### Aim of the task
All of the records should be restated word for word.

(Records drawn from a dataset)
==================================================
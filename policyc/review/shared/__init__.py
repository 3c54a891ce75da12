"""What the review tools share: loading a rule or a policy, bootstrap intervals, labels, Gaussians read back."""
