@pytest.mark.parametrize("threads", [2, 3])
def test_threads_split_whole_chunks_and_give_the_same_bits(threads: int) -> None:
    rule = random_rule(13, "full")
    X = sample(rule, 14, PARALLEL_MIN_ROWS + 3 * kernel.CHUNK_ROWS + 17)  # the pool starts at PARALLEL_MIN_ROWS
    np.testing.assert_array_equal(rule.decide(X, threads=threads), rule.decide(X, threads=1))


def blocks_by_thread(monkeypatch: pytest.MonkeyPatch, fail_off_the_main_thread: bool = False) -> list[tuple[bool, int]]:
    """Record (on the calling thread?, rows) of every block the thread pool hands to kernel.decide_rows."""
    calls: list[tuple[bool, int]] = []
    decide_rows = kernel.decide_rows

    def recording(X: np.ndarray, *args: Any) -> tuple[np.ndarray, np.ndarray]:
        on_main = threading.current_thread() is threading.main_thread()
        calls.append((on_main, X.shape[0]))
        if fail_off_the_main_thread and not on_main:
            raise MemoryError("a worker ran out of memory")
        return decide_rows(X, *args)

    monkeypatch.setattr(kernel, "decide_rows", recording)
    return calls


@pytest.mark.parametrize("threads", [2, 3])
def test_each_thread_takes_one_block_of_whole_chunks(threads: int, monkeypatch: pytest.MonkeyPatch) -> None:
    rule = random_rule(13, "full")
    rows = PARALLEL_MIN_ROWS + 3 * kernel.CHUNK_ROWS + 17
    calls = blocks_by_thread(monkeypatch)
    rule.decide(sample(rule, 14, rows), threads=threads)
    assert len(calls) == threads and sum(on_main for on_main, _ in calls) == 1
    assert sum(size for _, size in calls) == rows
    assert sorted(size % kernel.CHUNK_ROWS for _, size in calls)[:-1] == [0] * (threads - 1)


def test_a_batch_below_the_parallel_minimum_stays_on_the_calling_thread(monkeypatch: pytest.MonkeyPatch) -> None:
    # PARALLEL_MIN_ROWS: "smaller batches run on the calling thread"; from it on, the threads share the batch
    rule = random_rule(13, "full")
    X = sample(rule, 15, PARALLEL_MIN_ROWS)
    blocks_by_thread(monkeypatch, fail_off_the_main_thread=True)
    for threads in (1, 2, 3):
        rule.decide(X[:-1], threads=threads)
    rule.decide(X, threads=1)
    # and a failure on a worker thread is raised on the calling thread
    with pytest.raises(MemoryError, match="a worker ran out of memory"):
        rule.decide(X, threads=2)


def peak_bytes(function: Any, X: np.ndarray) -> int:
    """The largest amount of memory traced while ``function(X)`` ran (numpy reports its arrays to tracemalloc)."""
    tracemalloc.start()
    try:
        function(X)
        return tracemalloc.get_traced_memory()[1]
    finally:
        tracemalloc.stop()


def test_beyond_one_chunk_memory_grows_with_the_batch_by_the_outputs_only() -> None:
    # CHUNK_ROWS bounds the work arrays whatever the input size: from 8 to 32 chunks of rows, decide's peak grows
    # by the action and validity of each extra row (9 bytes), and posteriors' by the posteriors, risks, validity
    # and novelty of each (74 bytes here); the full form's (rows, K·d) work array alone would be 160 bytes a row
    rule = random_rule(41, "full", n_classes=4, dim=5)
    small, large = (sample(rule, 42, chunks * kernel.CHUNK_ROWS) for chunks in (8, 32))
    extra_rows = large.shape[0] - small.shape[0]
    outputs = (len(rule.classes) + len(rule.actions)) * 8 + 2
    assert peak_bytes(rule.decide, large) - peak_bytes(rule.decide, small) <= extra_rows * (9 + 8)
    assert peak_bytes(rule.posteriors, large) - peak_bytes(rule.posteriors, small) <= extra_rows * (outputs + 16)


def test_threads_must_be_positive() -> None:
    rule = random_rule(13, "full")
    with pytest.raises(InputError, match="threads must be a positive number"):
        rule.decide(np.zeros((3, len(rule.features))), threads=0)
==================================================
### Output
filename policyc/review/shared/__init__.py
repository 3c54a891ce75da12
"""What the review tools share: loading a rule or a policy, bootstrap intervals, labels, Gaussians read back."""
@pytest.mark.parametrize("threads", [2, 3])
def test_threads_split_whole_chunks_and_give_the_same_bits(threads: int) -> None:
    rule = random_rule(13, "full")
    X = sample(rule, 14, PARALLEL_MIN_ROWS + 3 * kernel.CHUNK_ROWS + 17)  # the pool starts at PARALLEL_MIN_ROWS
    np.testing.assert_array_equal(rule.decide(X, threads=threads), rule.decide(X, threads=1))


def blocks_by_thread(monkeypatch: pytest.MonkeyPatch, fail_off_the_main_thread: bool = False) -> list[tuple[bool, int]]:
    """Record (on the calling thread?, rows) of every block the thread pool hands to kernel.decide_rows."""
    calls: list[tuple[bool, int]] = []
    decide_rows = kernel.decide_rows

    def recording(X: np.ndarray, *args: Any) -> tuple[np.ndarray, np.ndarray]:
        on_main = threading.current_thread() is threading.main_thread()
        calls.append((on_main, X.shape[0]))
        if fail_off_the_main_thread and not on_main:
            raise MemoryError("a worker ran out of memory")
        return decide_rows(X, *args)

    monkeypatch.setattr(kernel, "decide_rows", recording)
    return calls


@pytest.mark.parametrize("threads", [2, 3])
def test_each_thread_takes_one_block_of_whole_chunks(threads: int, monkeypatch: pytest.MonkeyPatch) -> None:
    rule = random_rule(13, "full")
    rows = PARALLEL_MIN_ROWS + 3 * kernel.CHUNK_ROWS + 17
    calls = blocks_by_thread(monkeypatch)
    rule.decide(sample(rule, 14, rows), threads=threads)
    assert len(calls) == threads and sum(on_main for on_main, _ in calls) == 1
    assert sum(size for _, size in calls) == rows
    assert sorted(size % kernel.CHUNK_ROWS for _, size in calls)[:-1] == [0] * (threads - 1)


def test_a_batch_below_the_parallel_minimum_stays_on_the_calling_thread(monkeypatch: pytest.MonkeyPatch) -> None:
    # PARALLEL_MIN_ROWS: "smaller batches run on the calling thread"; from it on, the threads share the batch
    rule = random_rule(13, "full")
    X = sample(rule, 15, PARALLEL_MIN_ROWS)
    blocks_by_thread(monkeypatch, fail_off_the_main_thread=True)
    for threads in (1, 2, 3):
        rule.decide(X[:-1], threads=threads)
    rule.decide(X, threads=1)
    # and a failure on a worker thread is raised on the calling thread
    with pytest.raises(MemoryError, match="a worker ran out of memory"):
        rule.decide(X, threads=2)


def peak_bytes(function: Any, X: np.ndarray) -> int:
    """The largest amount of memory traced while ``function(X)`` ran (numpy reports its arrays to tracemalloc)."""
    tracemalloc.start()
    try:
        function(X)
        return tracemalloc.get_traced_memory()[1]
    finally:
        tracemalloc.stop()


def test_beyond_one_chunk_memory_grows_with_the_batch_by_the_outputs_only() -> None:
    # CHUNK_ROWS bounds the work arrays whatever the input size: from 8 to 32 chunks of rows, decide's peak grows
    # by the action and validity of each extra row (9 bytes), and posteriors' by the posteriors, risks, validity
    # and novelty of each (74 bytes here); the full form's (rows, K·d) work array alone would be 160 bytes a row
    rule = random_rule(41, "full", n_classes=4, dim=5)
    small, large = (sample(rule, 42, chunks * kernel.CHUNK_ROWS) for chunks in (8, 32))
    extra_rows = large.shape[0] - small.shape[0]
    outputs = (len(rule.classes) + len(rule.actions)) * 8 + 2
    assert peak_bytes(rule.decide, large) - peak_bytes(rule.decide, small) <= extra_rows * (9 + 8)
    assert peak_bytes(rule.posteriors, large) - peak_bytes(rule.posteriors, small) <= extra_rows * (outputs + 16)


def test_threads_must_be_positive() -> None:
    rule = random_rule(13, "full")
    with pytest.raises(InputError, match="threads must be a positive number"):
        rule.decide(np.zeros((3, len(rule.features))), threads=0)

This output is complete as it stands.